Their research, which was just published in Royal Society Open Science, demonstrates that while they were able to identify patterns in extinction vulnerability during the mass extinctions, each individual event appears to have had a distinct vulnerability signature that cannot be used to forecast extinction selectivity in other past or future events.

Our research suggests that each extinction event leaves a very unique signal in the fossil record, said Dr. Witts. “Previously, we thought that mass extinction events from different periods of Earth history, which were caused by similar mechanisms like massive volcanism, affected life in similar ways,” he continued.

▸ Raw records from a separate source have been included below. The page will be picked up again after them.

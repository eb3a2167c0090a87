import { plus, times, type Length } from "@/lib/core/measure/length";
import { rulerFigure, rulerLength } from "../press/lengths";
import { INK, QUIET, ruleAcross, type SheetFlow } from "../press/sheet-frame";
import { drawLine, drawParagraph, paragraphHeight, type Style } from "../press/type";
import { drawArrow, drawLettered } from "./lettered-picture";
import type { InstructionSheetInput, LetteredPicture, SheetBlock, SheetStep } from "./sheet-input";
import { drawSwatch } from "./swatch";

const BODY: Style = { face: "text", size: 9.5, colour: INK };
const BLOCK_PICTURE = 190;
/** Pictures of a step, side by side: before, an arrow, after. */
const STEP_PICTURE = 54;
const GAP = 10;
const ARROW = 18;

/** Each block with its letters, then its units in sewing order; then the quilt, row by row, to the binding. */
export function drawSewingPages(flow: SheetFlow, sheet: InstructionSheetInput): void {
  for (const block of sheet.blocks) drawBlock(flow, block, sheet);
  if (!sheet.assembly.length) return;
  flow.newPage();
  drawLine(flow.press, "The quilt", { face: "word-strong", size: 22, colour: INK }, flow.left, flow.y + 18);
  flow.y += 28;
  ruleAcross(flow, flow.y, 1.2);
  flow.y += 2;
  drawSteps(flow, sheet.assembly, 112);
}

function drawBlock(flow: SheetFlow, block: SheetBlock, sheet: InstructionSheetInput): void {
  flow.newPage();
  const { press, left, right, width } = flow;
  const make = drawLine(press, `make ${block.make}`, { face: "strong", size: 12, colour: INK }, right, flow.y + 18, { align: "right" });
  drawLine(press, block.name, { face: "word-strong", size: 22, colour: INK }, left, flow.y + 18, { width: width - make - 12 });
  flow.y += 28;
  ruleAcross(flow, flow.y, 2.2);
  flow.y += 12;
  const box = drawLettered(press, block.picture, { x: left + 1, y: flow.y, width: BLOCK_PICTURE, height: BLOCK_PICTURE });
  press.doc.rect(box.x, box.y, box.width, box.height).lineWidth(1.3).strokeColor(INK).stroke();
  const x = left + BLOCK_PICTURE + 24;
  const seams = times(sheet.seamAllowance, 2);
  const size = `Finishes ${sizeWords(block.finished.width, block.finished.height, sheet)}; measures ${sizeWords(plus(block.finished.width, seams), plus(block.finished.height, seams), sheet)} before it is sewn in.`;
  let y = drawParagraph(press, size, { ...BODY, face: "strong", size: 10.5 }, x, flow.y - 2, { width: right - x }) + 6;
  y = drawParagraph(press, letterWords(block.picture), BODY, x, y, { width: right - x, leading: 1.38 }) + 6;
  y = drawLegend(flow, block.picture, sheet, x, y);
  drawKey(flow, x, Math.max(y + 14, box.y + box.height - 6));
  flow.y = Math.max(y + 24, box.y + box.height + 14);
  ruleAcross(flow, flow.y, 1.2);
  flow.y += 2;
  drawSteps(flow, block.steps, STEP_PICTURE);
}

function sizeWords(width: Length, height: Length, sheet: InstructionSheetInput): string {
  return `${rulerFigure(width, sheet.measure)} \u00d7 ${rulerLength(height, sheet.measure)}`;
}

/** Which fabric is which in the block; the first six that occur in it. */
function drawLegend({ press, right }: SheetFlow, picture: LetteredPicture, sheet: InstructionSheetInput, x: number, top: number): number {
  const used = sheet.fabrics.filter((fabric) => picture.polygons.some(({ colour, hatch }) => colour === fabric.colour && hatch === fabric.hatch));
  let y = top;
  for (const fabric of used.slice(0, 6)) {
    drawSwatch(press, fabric, { x, y, width: 19, height: 12 });
    drawLine(press, fabric.name, { ...BODY, face: "strong" }, x + 26, y + 9.5, { width: right - x - 26 });
    y += 17;
  }
  return y;
}

/** "In one block: 4 A, 24 B." */
function letterWords(picture: LetteredPicture): string {
  const counts = new Map<string, number>();
  for (const { text } of picture.letters) counts.set(text, (counts.get(text) ?? 0) + 1);
  const said = [...counts].sort(([a], [b]) => a.localeCompare(b)).map(([letter, count]) => `${count} ${letter}`);
  return said.length ? `In one block: ${said.join(", ")}. A letter names a shape, whatever its fabric.` : "";
}

function drawKey({ press }: SheetFlow, x: number, y: number): void {
  const { doc } = press;
  const style: Style = { face: "text", size: 9, colour: QUIET };
  doc.moveTo(x, y).lineTo(x + 26, y).lineWidth(1.1).dash(3, { space: 2.2 }).strokeColor(INK).stroke().undash();
  const seam = drawLine(press, "seam", style, x + 31, y + 3);
  const cut = x + 31 + seam + 14;
  doc.moveTo(cut, y).lineTo(cut + 26, y).lineWidth(1.1).strokeColor(INK).stroke();
  const cutWidth = drawLine(press, "cut", style, cut + 31, y + 3);
  const arrow = cut + 31 + cutWidth + 14;
  drawArrow(press, [arrow, y], [arrow + 26, y]);
  drawLine(press, "press this way", style, arrow + 31, y + 3);
}

function stepPicturesWidth(step: SheetStep, size: number): number {
  const count = step.before.length + (step.after ? 1 : 0);
  if (!count) return 0;
  return count * size + (count - 1) * GAP + (step.after && step.before.length ? ARROW : 0) + 14;
}

function drawSteps(flow: SheetFlow, steps: readonly SheetStep[], size: number): void {
  steps.forEach((step, index) => drawStep(flow, step, index + 1, size));
}

function drawStep(flow: SheetFlow, step: SheetStep, number: number, most: number): void {
  const { press, left, right, width } = flow;
  // Many pictures shrink, so that a readable column is left for the words.
  let size = most;
  while (size > 26 && stepPicturesWidth(step, size) > width * 0.62) size -= 2;
  const pictures = stepPicturesWidth(step, size);
  const textOptions = { width: width - pictures, leading: 1.38 };
  const textHeight = paragraphHeight(press, step.text, BODY, textOptions);
  const height = 25 + Math.max(textHeight, pictures ? size : 0) + 10;
  flow.need(height);
  const note = step.note ? drawLine(press, step.note, { face: "strong", size: 10, colour: INK }, right, flow.y + 17, { align: "right", width: 160 }) : 0;
  drawLine(press, `${number}. ${step.title}`, { face: "word-strong", size: 13, colour: INK }, left, flow.y + 17, { width: width - note - 12 });
  const top = flow.y + 25;
  if (pictures) drawStepPictures(flow, step, size, top);
  drawParagraph(press, step.text, BODY, left + pictures, top - 2, textOptions);
  flow.y += height;
  press.doc.moveTo(left, flow.y).lineTo(right, flow.y).lineWidth(0.8).dash(3, { space: 2.4 }).strokeColor("#777777").stroke().undash();
}

function drawStepPictures({ press, left }: SheetFlow, step: SheetStep, size: number, top: number): void {
  let x = left + 1;
  for (const picture of step.before) {
    drawLettered(press, picture, { x, y: top, width: size, height: size });
    x += size + GAP;
  }
  if (!step.after) return;
  if (step.before.length) {
    drawArrow(press, [x - 3, top + size / 2], [x + ARROW - 7, top + size / 2]);
    x += ARROW;
  }
  drawLettered(press, step.after, { x, y: top, width: size, height: size });
}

This lack of predictability across different extinction events is caused by a number of factors. Over the course of hundreds of millions of years, ocean life has been constantly changing.

This indicates that, prior to each extinction event, marine ecosystems contained a variety of species and were fundamentally structured differently. The effects of adding carbon to the atmosphere on marine ecosystems have also changed over time.

Making comparisons is made more challenging by the variations in the species that appear in the fossil record over time, particularly when compared to those that are currently known.

This implies that large-scale extinction vulnerability models based on historical mass extinctions will not provide us with information on how to preserve current biodiversity in a crisis. The team wants to work on creating more complex models that take into account specific animal species or the dynamics of ecosystem collapse.

Dr. William Foster said, “These new results give us the chance to look at how we can generate new data that may be able to help us generate predictive models. During our current biodiversity crisis, “we also have a technique to try and explore extinction vulnerability.”